Przetwarzający tworzywa sztuczne przeznaczając środki na odnowę parków MiU najczęściej sięgają po środki własne (52,3%). Taka praktyka podyktowana jest wieloma motywami i wynika po części z przyzwyczajeń. Kolejne 40% badanych wskazuje, że stara się dywersyfikować źródła finansowania podczas podejmowania decyzji o inwestowaniu w maszyny i urządzenia.
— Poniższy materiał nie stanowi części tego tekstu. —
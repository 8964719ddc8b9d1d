/**
 * Speed of the mesher: outline to mesh, everything included, nothing kept between runs. It leaves out reading the
 * case, the search for outline faults, and refinement.
 */
import { meshRegions } from "../../mesh/meshRegions.ts";
import { meshQuality } from "../../mesh/quality.ts";
import type { MeshRequest } from "../../mesh/types.ts";

export interface MeshBench {
  readonly nodes: number;
  readonly triangles: number;
  readonly minAngleDeg: number;
  readonly meanQuality: number;
  /** median of the warm runs */
  readonly milliseconds: number;
  /** first run of the process, compilation included, if nothing was meshed before */
  readonly coldMilliseconds: number;
}

/** Warm runs: many for small meshes, whose times scatter most. */
function runsFor(nodes: number): number {
  return nodes <= 5000 ? 31 : nodes <= 100_000 ? 9 : 5;
}

/** @param nodes  number of nodes aimed at; the request's own is not used */
export function benchMesh(request: Omit<MeshRequest, "nodes">, nodes: number): MeshBench {
  const once = () => {
    const began = performance.now();
    const mesh = meshRegions({ ...request, nodes });
    return { mesh, took: performance.now() - began };
  };
  const cold = once();
  const times = Array.from({ length: runsFor(nodes) }, () => once().took).sort((p, q) => p - q);
  const { minAngleDeg, meanQuality } = meshQuality(cold.mesh);
  return {
    nodes: cold.mesh.nodes.length / 2,
    triangles: cold.mesh.triangles.length / 3,
    minAngleDeg,
    meanQuality,
    milliseconds: times[times.length >> 1]!,
    coldMilliseconds: cold.took,
  };
}
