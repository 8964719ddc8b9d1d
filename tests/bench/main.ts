/**
 * npm run bench: one JSON line per benchmark, or the whole table.
 *
 *   bench mesh CASE.json --nodes N      bench solve CASE.json --nodes N
 *   bench march DIR --dt S --steps N    bench schemes DIR        (DIR as "corelag system" writes it)
 */
import { parseArgs } from "node:util";
import { benchMesh, benchSolve } from "./caseBench.ts";
import { benchMarch } from "./march.ts";
import { benchSchemes } from "./schemes.ts";

const { positionals, values } = parseArgs({
  allowPositionals: true,
  options: { nodes: { type: "string" }, dt: { type: "string" }, steps: { type: "string" } },
});
const [what, target] = positionals;

function number(name: "nodes" | "dt" | "steps"): number {
  const value = Number(values[name]);
  if (!(value > 0)) {
    process.stderr.write(`bench ${what}: --${name} wants a number above 0\n`);
    process.exit(2);
  }
  return value;
}

const print = (record: object): void => {
  process.stdout.write(`${JSON.stringify(record)}\n`);
};

const TABLE_CASES = ["stepped-roll", "tapered-ingot", "bottle-shell"].map((id) => `presets/cases/${id}.json`);

async function table(): Promise<void> {
  for (const file of TABLE_CASES)
    for (const nodes of [2000, 20_000, 60_000])
      print({ bench: "mesh", case: file, ...(await benchMesh(file, nodes)) });
  for (const file of TABLE_CASES)
    for (const nodes of [2000, 5000, 20_000])
      print({ bench: "solve", case: file, ...(await benchSolve(file, nodes)) });
}

if (what === undefined) await table();
else if (what === "mesh" && target) print(await benchMesh(target, number("nodes")));
else if (what === "solve" && target) print(await benchSolve(target, number("nodes")));
else if (what === "march" && target)
  print(await benchMarch(target, { dt: number("dt"), steps: number("steps") }));
else if (what === "schemes" && target) for (const record of benchSchemes(target)) print(record);
else {
  process.stderr.write(
    "bench [mesh CASE.json --nodes N | solve CASE.json --nodes N | march DIR --dt S --steps N | schemes DIR]\n",
  );
  process.exitCode = 2;
}
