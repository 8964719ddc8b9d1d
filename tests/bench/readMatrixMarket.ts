/** Reads what `corelag system` writes: Matrix Market files (NIST, "The Matrix Market Exchange Formats"). */
import { existsSync, readFileSync } from "node:fs";

export interface Entries {
  readonly size: number;
  readonly rows: Int32Array;
  readonly columns: Int32Array;
  readonly values: Float64Array;
}

/** A symmetric matrix in coordinate form, lower triangle stored. */
export function readSymmetric(file: string): Entries {
  const scan = open(file, "coordinate");
  const size = scan();
  if (scan() !== size) throw new Error(`${file}: the matrix is not square`);
  const count = scan();
  const rows = new Int32Array(count);
  const columns = new Int32Array(count);
  const values = new Float64Array(count);
  for (let q = 0; q < count; q++) {
    rows[q] = scan() - 1;
    columns[q] = scan() - 1;
    values[q] = scan();
  }
  return { size, rows, columns, values };
}

/** A dense array, column after column. */
export function readArray(file: string): { readonly rows: number; readonly values: Float64Array } {
  const scan = open(file, "array");
  const rows = scan();
  const columns = scan();
  return { rows, values: Float64Array.from({ length: rows * columns }, scan) };
}

export const readArrayIfThere = (file: string) => (existsSync(file) ? readArray(file) : undefined);

/** Numbers of the file one after the other, after its header and comments. */
function open(file: string, form: string): () => number {
  const bytes = readFileSync(file);
  let place = 0;
  const line = () => {
    const end = bytes.indexOf(10, place);
    const text = bytes.toString("latin1", place, end < 0 ? bytes.length : end);
    place = end < 0 ? bytes.length : end + 1;
    return text;
  };
  const header = line();
  if (!header.startsWith("%%MatrixMarket") || !header.includes(form))
    throw new Error(
      `${file}: a Matrix Market file of the ${form} form is needed, found "${header.slice(0, 60)}"`,
    );
  while (bytes[place] === 37) line();
  return () => {
    while (bytes[place]! <= 32) place++;
    const begin = place;
    while (place < bytes.length && bytes[place]! > 32) place++;
    if (begin === place) throw new Error(`${file}: ends too early`);
    return Number(bytes.toString("latin1", begin, place));
  };
}
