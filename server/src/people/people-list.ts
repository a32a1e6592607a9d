import { Injectable } from '@nestjs/common';
import type { Person, Role } from '@weighhouse/shared/contracts/people';
import { DataSource, type EntityManager, In } from 'typeorm';
import { notFound } from '../platform/errors/refusal.js';
import type { Actor } from '../platform/http/actor.js';
import { CentreRow } from './centre.entity.js';
import { PersonRole } from './person-role.entity.js';
import { PersonRow } from './person.entity.js';
import { SessionRow } from './session.entity.js';

/** People as lists show them. */
@Injectable()
export class PeopleList {
  constructor(private readonly source: DataSource) {}

  /** Everybody active, by name; to administrators everybody, with e-mail and whether they can sign in. */
  async list(actor: Actor, query: { role?: Role; q?: string }): Promise<Person[]> {
    const full = actor.roles.includes('administrator');
    const people = await this.source.manager.find(PersonRow, {
      ...(full ? {} : { where: { active: true } }),
      order: { name: 'ASC', id: 'ASC' },
    });
    const described = await this.describe(this.source.manager, people, full);
    const words = query.q?.trim().toLowerCase() ?? '';
    return described.filter(
      (person) => (query.role === undefined || person.roles.includes(query.role)) && matches(person, words),
    );
  }

  /** One person as administrators see them. @throws Refusal not-found */
  async forAdministrators(em: EntityManager, personId: string): Promise<Person> {
    const person = await em.findOneBy(PersonRow, { id: personId });
    const [described] = person ? await this.describe(em, [person], true) : [];
    if (!described) throw notFound();
    return described;
  }

  private async describe(em: EntityManager, people: PersonRow[], full: boolean): Promise<Person[]> {
    const ids = people.map((person) => person.id);
    const roles = await em.findBy(PersonRole, { personId: In(ids) });
    const centres = new Map(
      (await em.findBy(CentreRow, { id: In(people.map((person) => person.centreId)) })).map((centre) => [
        centre.id,
        centre,
      ]),
    );
    const lastSeen = full ? await lastSeenOf(em, ids) : new Map<string, Date>();
    return people.flatMap((person) => {
      const centre = centres.get(person.centreId);
      if (!centre) return [];
      const shown = {
        id: person.id,
        version: person.version,
        name: person.name,
        specialty: person.specialty,
        centre: { id: centre.id, code: centre.code, name: centre.name },
        roles: roles.filter((row) => row.personId === person.id).map((row) => row.role),
      };
      if (!full) return [shown];
      return [
        {
          ...shown,
          email: person.email,
          active: person.active,
          invited: !person.accepted,
          lastSeenAt: lastSeen.get(person.id)?.toISOString() ?? null,
        },
      ];
    });
  }
}

async function lastSeenOf(em: EntityManager, ids: string[]): Promise<Map<string, Date>> {
  if (ids.length === 0) return new Map();
  const rows = await em
    .createQueryBuilder(SessionRow, 'session')
    .select('session.personId', 'personId')
    .addSelect('MAX(session.lastSeenAt)', 'at')
    .where('session.personId IN (:...ids)', { ids })
    .groupBy('session.personId')
    .getRawMany<{ personId: string; at: Date }>();
  return new Map(rows.map((row) => [row.personId, row.at]));
}

function matches(person: Person, words: string): boolean {
  return [person.name, person.specialty, person.centre.name, person.centre.code, person.email ?? ''].some(
    (text) => text.toLowerCase().includes(words),
  );
}
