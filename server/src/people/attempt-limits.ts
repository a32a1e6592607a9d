import { createHash } from 'node:crypto';
import { Injectable } from '@nestjs/common';
import { InjectThrottlerStorage, type ThrottlerStorage } from '@nestjs/throttler';
import { TooMany } from '../platform/errors/refusal.js';

/** Attempts in a minute. Generous to a hospital behind one address, far too few for guessing. */
export const attemptsAMinute = {
  /** Signing in with one e-mail from one address. */
  account: 10,
  /** Signing in from one address, with any e-mail. */
  address: 60,
  /** Giving one's password again. */
  confirmation: 10,
} as const;

const minuteMs = 60_000;

/** Counts attempts at passwords. */
@Injectable()
export class AttemptLimits {
  constructor(@InjectThrottlerStorage() private readonly storage: ThrottlerStorage) {}

  /**
   * Counts one attempt.
   * @throws TooMany once the minute's attempts are used up
   */
  async take(kind: keyof typeof attemptsAMinute, of: string): Promise<void> {
    // What people type is not kept readable, not even in memory.
    const key = createHash('sha256').update(`${kind} ${of}`).digest('hex');
    const { isBlocked, timeToBlockExpire } = await this.storage.increment(
      key,
      minuteMs,
      attemptsAMinute[kind],
      minuteMs,
      kind,
    );
    if (isBlocked) throw new TooMany(Math.max(1, timeToBlockExpire));
  }
}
Chętnie wybieranym modelem jest również miks środków własnych, łączonych z leasingiem, kredytem lub dotacją. Ogółem 13% firm z tej branży informuje, że w najbliższych miesiącach zamierza zwiększyć udział finansowania zewnętrznego przy inwestycjach w park MiU, wynika także z badania.
„Spora grupa firm stawia na dywersyfikację źródeł finansowania. Jak wynika z naszych badań, przedsiębiorstwa, które inwestują w taki sposób, częściej automatyzują i odnawiają park MiU. W efekcie także lepiej oceniają swoje przygotowanie do konkurowania, niż ci którzy wykorzystują wyłącznie własne środki. Trudno jest bowiem wyprzedzać konkurencję opierając się tylko na wypracowanych zyskach, podczas gdy inni maksymalizują swoje możliwości inwestycyjne. W dobie obecnych wyzwań, zewnętrzny kapitał jest coraz ważniejszy, aby biznes funkcjonował na najwyższym poziomie, a jego środki trwałe umożliwiały dostosowywanie się do ciągłych zmian. Wymaga to jednak elastycznego finansowania od partnerów, którzy rozumieją technologię oraz specyfikę branży” – podsumował Kukulski.